- Work request
Within these entries, which lines include the string "parent"? Copy each one.

——

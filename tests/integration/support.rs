//! Shared helpers for the integration tests.

use onrecord::ingest::{Diagnostic, IngestConfig, Report, ingest_paths};
use std::path::{Path, PathBuf};

/// Slow tests run only when ONRECORD_SLOW=1 (CI sets it).
pub fn slow_enabled(name: &str) -> bool {
    let on = std::env::var("ONRECORD_SLOW").is_ok_and(|v| v == "1");
    if !on {
        eprintln!("{name}: slow test skipped; set ONRECORD_SLOW=1 to run it");
    }
    on
}

/// A folder under the shared open data, or None with a clear message when it
/// is absent. Under CI=true an absent folder is a failure.
pub fn shared_data(rel: &str) -> Option<PathBuf> {
    let dir = onrecord::shared_data_dir().join(rel);
    if dir.exists() {
        return Some(dir);
    }
    let msg = format!(
        "open data {} not found; set ONRECORD_SHARED_DATA to the folder holding scifact/, squad-v1.1/, unicode-uax29-15.0.0/",
        dir.display()
    );
    if std::env::var("CI").is_ok_and(|v| v == "true") {
        panic!("{msg} (required under CI=true)");
    }
    eprintln!("{msg}; check skipped");
    None
}

pub fn write(dir: &Path, name: &str, body: impl AsRef<[u8]>) -> PathBuf {
    let p = dir.join(name);
    if let Some(parent) = p.parent() {
        std::fs::create_dir_all(parent).unwrap();
    }
    std::fs::write(&p, body).unwrap();
    p
}

pub fn ingest(index: &Path, paths: &[PathBuf]) -> (Report, Vec<Diagnostic>) {
    ingest_paths(index, paths, &IngestConfig::default()).expect("ingest runs")
}

pub fn ingest_with(
    index: &Path,
    paths: &[PathBuf],
    cfg: &IngestConfig,
) -> (Report, Vec<Diagnostic>) {
    ingest_paths(index, paths, cfg).expect("ingest runs")
}

/// Check `v` against the subset of JSON Schema the project's schema files
/// use (type, required, properties, items, enum, const). Returns the
/// problems found, each with its JSON path.
pub fn schema_problems(v: &serde_json::Value, schema: &serde_json::Value, at: &str) -> Vec<String> {
    use serde_json::Value;
    let mut out = Vec::new();
    if let Some(t) = schema.get("type").and_then(Value::as_str) {
        let ok = match t {
            "object" => v.is_object(),
            "array" => v.is_array(),
            "string" => v.is_string(),
            "integer" => v.is_i64() || v.is_u64(),
            "number" => v.is_number(),
            "boolean" => v.is_boolean(),
            _ => true,
        };
        if !ok {
            out.push(format!("{at}: expected {t}, got {v}"));
            return out;
        }
    }
    if let Some(c) = schema.get("const")
        && v != c
    {
        out.push(format!("{at}: expected {c}, got {v}"));
    }
    if let Some(e) = schema.get("enum").and_then(Value::as_array)
        && !e.contains(v)
    {
        out.push(format!("{at}: {v} is not one of {e:?}"));
    }
    if let Some(req) = schema.get("required").and_then(Value::as_array) {
        for k in req.iter().filter_map(Value::as_str) {
            if v.get(k).is_none() {
                out.push(format!("{at}: missing `{k}`"));
            }
        }
    }
    if let (Some(props), Some(obj)) = (
        schema.get("properties").and_then(Value::as_object),
        v.as_object(),
    ) {
        for (k, sub) in props {
            if let Some(val) = obj.get(k) {
                out.extend(schema_problems(val, sub, &format!("{at}.{k}")));
            }
        }
    }
    if let (Some(items), Some(arr)) = (schema.get("items"), v.as_array()) {
        for (i, val) in arr.iter().enumerate() {
            out.extend(schema_problems(val, items, &format!("{at}[{i}]")));
        }
    }
    out
}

——

- Your solution
    if let Some(parent) = p.parent() {
        std::fs::create_dir_all(parent).unwrap();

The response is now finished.